While it’s still relevant for Power Query and now of course Power BI (and it also illustrates some interesting facts about query execution), recently I had an interesting discussion with Colin Banfield in the comments section of that post that led to us finding an easier way of measuring query execution times.

In M, the DateTime.LocalNow() function returns the current system date and time at the time the function is called – which means that you could call it multiple times in the same query and get different results. There’s also the DateTime.FixedLocalNow() function which also returns the system date and time; the difference between the two is, as the documentation says:

This value is fixed and will not change with successive calls, unlike DateTime.LocalNow, which may return different values over the course of execution of an expression.
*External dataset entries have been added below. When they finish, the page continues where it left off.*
@dataclass(frozen=True)
class Parameter:
    """One sampled parameter.

    Parameters
    ----------
    name
        Identifier used in results and prior files (e.g. ``"rabi_splitting"``).
    units
        Units of the parameter (CF spelling, e.g. ``"meV"``, ``"eV"``, ``"1"``).
    prior
        Its :class:`Prior`, expressed in ``units``.
    description
        Long name written as ``long_name`` in results.
    scale
        A typical step in ``units`` for the optimiser and the initial ensemble;
        ``None`` uses the prior's spread.
    """

    name: str
    units: str
    prior: Prior
    description: str = ""
    scale: float | None = None

    def __post_init__(self) -> None:
        if not isinstance(self.name, str) or not self.name.isidentifier():
            raise ConfigError(
                f"parameter names must be identifiers, got {self.name!r}", key="name"
            )
        if not isinstance(self.units, str) or not self.units:
            raise ConfigError(
                f"parameter {self.name!r} needs units (a non-empty string, '1' if "
                f"dimensionless), got {self.units!r}",
                key=f"{self.name}.units",
            )
        if not isinstance(self.prior, Prior):
            raise ConfigError(
                f"parameter {self.name!r}: prior must be a Prior, got "
                f"{type(self.prior).__name__}",
                key=f"{self.name}.prior",
            )
        if self.scale is not None and not (math.isfinite(self.scale) and self.scale > 0):
            raise ConfigError(
                f"parameter {self.name!r}: scale must be a positive number, got {self.scale!r}",
                key=f"{self.name}.scale",
            )

    @property
    def typical_scale(self) -> float:
        """``scale`` if given, else the prior's spread."""
        return float(self.scale) if self.scale is not None else self.prior.width

    def to_dict(self) -> dict[str, Any]:
        """The prior dict with ``units`` (and ``description`` when set)."""
        out = {**self.prior.to_dict(), "units": self.units}
        if self.description:
            out["description"] = self.description
        return out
The question here is, though, what time does DateTimeFixedLocalNow() actually return? I asked on the Power Query forum here and Ehren from the Power Query dev team revealed that it returns the system date and time at the point when the query begins.

This means that it can be used to simply the original method I used to find query execution. Here’s a query that uses Function.InvokeAfter() to create a delay of 5 seconds during query execution and returns the difference between the values returned by DateTime.LocalNow() and DateTime.FixedLocalNow():

let
   SomeFunction = ()=> DateTime.LocalNow(),
   InvokeAfter5Secs = 
      Function.InvokeAfter(SomeFunction, #duration(0,0,0,5)),
   Output = 
      Duration.ToText(InvokeAfter5Secs - DateTime.FixedLocalNow())
in
   Output

image

If you’re using this on a real query I strongly recommend you read my original post carefully and make sure that all of the steps in your query are executed, but does make things a little bit easier.